Limit  (cost=0.99..20719301.15 rows=10 width=130) (actual time=2107.465..214891.582 rows=10 loops=1)
  ->  GroupAggregate  (cost=0.99..24863161.18 rows=12 width=130) (actual time=2107.462..214891.567 rows=10 loops=1)
        Group Key: s.id
        ->  Nested Loop Left Join  (cost=0.99..23466091.79 rows=279413855 width=126) (actual time=2.073..141429.178 rows=104217089 loops=1)
              ->  Nested Loop  (cost=0.57..607232.85 rows=11644034 width=126) (actual time=2.055..62770.206 rows=8174966 loops=1)
                    ->  Nested Loop  (cost=0.14..3598.24 rows=1389 width=126) (actual time=2.009..56.815 rows=927 loops=1)
                          Join Filter: (si.id = rs.subindustries_id)
                          Rows Removed by Join Filter: 226384
                          ->  Nested Loop  (cost=0.14..117.68 rows=77 width=126) (actual time=1.004..2.502 rows=80 loops=1)
                                Join Filter: (i.id = si.industries_id)
                                Rows Removed by Join Filter: 5309
                                ->  Nested Loop  (cost=0.14..32.60 rows=34 width=126) (actual time=0.513..0.775 rows=34 loops=1)
                                      Join Filter: (ig.id = i.industry_groups_id)
                                      Rows Removed by Join Filter: 671
                                      ->  Nested Loop  (cost=0.14..18.13 rows=12 width=126) (actual time=0.443..0.507 rows=11 loops=1)
                                            Join Filter: (s.id = ig.id)
                                            Rows Removed by Join Filter: 126
                                            ->  Index Scan using "PK_Sectors" on "Sectors" s  (cost=0.14..12.31 rows=12 width=122) (actual time=0.402..0.417 rows=11 loops=1)

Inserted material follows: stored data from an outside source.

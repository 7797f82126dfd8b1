using DeepSourceCheck.Cli.Pipeline;
using DeepSourceCheck.Core.Results;
using DeepSourceCheck.Core.Studies;
using DeepSourceCheck.Files.Npy;
using DeepSourceCheck.Files.Studies;
using DeepSourceCheck.Tests.Support;

namespace DeepSourceCheck.Tests.Cli.Pipeline;

/// <summary>Small studies through the pipeline, for what it says of them.</summary>
internal sealed class PreparedText : IDisposable
{
    private readonly ScratchFolder _folder = new();

    /// <summary>One dipole, three electrodes' worth of layout, ten magnetometers: fast.</summary>
    public const string Study = """
        title: small
        head: {spheres: {preset: adult-4}}
        sensors:
          eeg: {layout: ten-twenty-21, reference: average}
          meg: {coil: magnetometer, sites: 40, gap_mm: 20}
        noise: {eeg_sensor_uV_rms: 2, meg_sensor_fT_rms: 200}
        regions: [{name: probe, points: points.tsv}]
        responses: [{name: r, regions: [probe], moment_nAm: 10, band_Hz: [1, 100], direction: tangential}]
        protocol: {rate_per_s: 7.3, session_min: 60}
        """;

    /// <summary>Three electrodes and four magnetometers around one point, as imported leadfields.</summary>
    public const string ImportedStudy = """
        title: imported
        head: {leadfields: {eeg: eeg.npy, meg: meg.npy, points: all.tsv, rows: rows.tsv}}
        sensors: {eeg: {reference: none}}
        noise: {eeg_sensor_uV_rms: 2, meg_sensor_fT_rms: 200}
        regions: [{name: probe, points: points.tsv}]
        responses: [{name: r, regions: [probe], moment_nAm: 10, band_Hz: [1, 100], direction: isotropic}]
        """;

    public PreparedText()
    {
        _folder.Write("points.tsv", "name\tx\ty\tz\np\t30\t-20\t30\n");
    }

    public void Dispose() => _folder.Dispose();

    public string At(string name) => _folder.At(name);

    public PreparedText With(string name, string text)
    {
        _folder.Write(name, text);
        return this;
    }

    /// <summary>A matrix as .npy.</summary>
    public PreparedText WithArray(string name, int[] shape, params double[] values)
    {
        NpyWriter.Write(_folder.At(name), shape, values);
        return this;
    }

    /// <summary>Arrays of two points, both usable unless a value is NaN.</summary>
    public PreparedText WithImported(double secondPoint = 1)
    {
        With("all.tsv", "name\tx\ty\tz\np\t30\t-20\t30\nq\t20\t-20\t30\n");
        With("rows.tsv", "row\tmodality\tkind\tunit\n" + string.Concat(Enumerable.Range(1, 3).Select(k => $"E{k}\tEEG\telectrode\tV/(A m)\n"))
            + string.Concat(Enumerable.Range(1, 4).Select(k => $"M{k}\tMEG\tmagnetometer\tT/(A m)\n")));
        WithArray("eeg.npy", [3, 2, 3], [.. Enumerable.Range(0, 18).Select(k => k / 3 % 2 == 1 ? secondPoint * (20 + k) : 30 + 7 * (k % 5) - k)]);
        return WithArray("meg.npy", [4, 2, 3], [.. Enumerable.Range(0, 24).Select(k => (k / 3 % 2 == 1 ? secondPoint : 1) * 1e-7 * (1 + k * k % 7))]);
    }

    /// <summary>A diagonal covariance.</summary>
    public static double[] Diagonal(params double[] variances) => [.. Enumerable.Range(0, variances.Length * variances.Length).Select(k => k % (variances.Length + 1) == 0 ? variances[k / (variances.Length + 1)] : 0)];

    public PreparedStudy Prepare(string study, params (string From, string To)[] changes)
    {
        foreach ((string from, string to) in changes)
        {
            Assert.Contains(from, study, StringComparison.Ordinal);
            study = study.Replace(from, to, StringComparison.Ordinal);
        }

        return StudyPipeline.Prepare(_folder.Write("study.yaml", study), Purpose.Assess, Settings);
    }

    public Assessment Assess(string study, params (string From, string To)[] changes) => StudyPipeline.Assess(Prepare(study, changes), Settings, null);

    /// <summary>Warnings of preparing, which `check` prints too.</summary>
    public IReadOnlyList<string> Warnings(string study, params (string From, string To)[] changes) => Prepare(study, changes).Warnings;

    /// <summary>What the study is refused with.</summary>
    public string Refusal(string study, params (string From, string To)[] changes) => Assert.Throws<InputException>(() => Prepare(study, changes)).Message;

    private static RunSettings Settings { get; } = new(null, new HashSet<string>(), null, CancellationToken.None);
}
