using DeepSourceCheck.Core.Detection;
using DeepSourceCheck.Core.Studies;

using MathNet.Numerics.Distributions;

namespace DeepSourceCheck.Verification.Rules;

/// <summary>Planned analyses carried out on drawn averages: error rate, power, expected trials. And the t test over people on drawn people. Seeded.</summary>
public class PlannedAnalysesTests
{
    private const int Draws = 40_000;

    /// <summary>Standard errors: one in 15,000 beyond four.</summary>
    private const double Errors = 4;

    [Theory]
    [InlineData(Spending.ObrienFlemingType, 2, 0.05)]
    [InlineData(Spending.ObrienFlemingType, 5, 0.05)]
    [InlineData(Spending.PocockType, 3, 0.05)]
    [InlineData(Spending.PocockType, 5, 0.01)]
    public void StopsAndExpectedTrials_AreThoseOfDrawnAverages(Spending spending, int analyses, double alpha)
    {
        var plan = new RepeatedAnalyses(alpha, new(analyses, spending));
        double drift = plan.Drift(0.9);
        foreach (double mean in new[] { 0, drift })
        {
            double[] stops = plan.Stops(mean);
            int[] counted = new int[analyses];
            double steps = 0, squares = 0;
            var random = new Random(17 + analyses);
            for (int draw = 0; draw < Draws; draw++)
            {
                double sum = 0;
                int k = 0, last;
                bool stopped;
                do
                {
                    sum += Normal.Sample(random, mean / Math.Sqrt(analyses), 1);
                    last = ++k;
                    stopped = sum / Math.Sqrt(k) > plan.Bounds[k - 1];
                }
                while (!stopped && k < analyses);
                counted[last - 1] += stopped ? 1 : 0;
                steps += last;
                squares += last * last;
            }

            for (int k = 0; k < analyses; k++)
            {
                double error = Math.Sqrt(Math.Max(stops[k] * (1 - stops[k]), 1e-4) / Draws);
                Assert.True(Math.Abs((double)counted[k] / Draws - stops[k]) <= Errors * error, $"analysis {k + 1} at mean {mean}: {counted[k]} of {Draws}, {stops[k]} expected");
            }

            // Steps made on average: one, and one more for each analysis that was gone beyond.
            double expected = 1 + Enumerable.Range(1, analyses - 1).Sum(k => 1 - stops.Take(k).Sum()), found = steps / Draws;
            double spread = Math.Sqrt(Math.Max(squares / Draws - found * found, 1e-4) / Draws);
            Assert.True(Math.Abs(found - expected) <= Errors * spread, $"mean {mean}: {found} analyses made, {expected} expected");
        }
    }

    [Theory]
    [InlineData(18, 100, 0.8)]                                  // the worked grid: 18 people of 100 trials
    [InlineData(14, 200, 0.8)]
    public void PeopleOfTheWorkedGrid_ReachThePowerInDrawnStudies(int people, int trials, double power)
    {
        const int Studies = 20_000;
        double deviation = Math.Sqrt(1 + 100.0 / trials), critical = StudentT.InvCDF(0, 1, people - 1, 0.975);
        double predicted = new PeopleTest(0.05, power, twoGroups: false).PowerOf(1 / deviation, people);
        var random = new Random(5);
        int found = 0;
        var values = new double[people];
        for (int study = 0; study < Studies; study++)
        {
            Normal.Samples(random, values, 1, deviation);
            double mean = values.Average(), sd = Math.Sqrt(values.Sum(v => (v - mean) * (v - mean)) / (people - 1));
            found += Math.Abs(mean) * Math.Sqrt(people) / sd > critical ? 1 : 0;
        }

        Assert.True(predicted >= power);
        Assert.True(Math.Abs((double)found / Studies - predicted) <= Errors * Math.Sqrt(predicted * (1 - predicted) / Studies), $"{found} of {Studies}, {predicted} expected");
    }
}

                                            ->  Materialize  (cost=0.00..1.38 rows=25 width=4) (actual time=0.002..0.004 rows=12 loops=11)
                                                  ->  Seq Scan on "Industry_Groups" ig  (cost=0.00..1.25 rows=25 width=4) (actual time=0.011..0.019 rows=25 loops=1)
                                      ->  Materialize  (cost=0.00..2.05 rows=70 width=8) (actual time=0.001..0.013 rows=64 loops=11)
                                            ->  Seq Scan on "Industries" i  (cost=0.00..1.70 rows=70 width=8) (actual time=0.007..0.023 rows=70 loops=1)
                                ->  Materialize  (cost=0.00..4.38 rows=159 width=8) (actual time=0.010..0.028 rows=158 loops=34)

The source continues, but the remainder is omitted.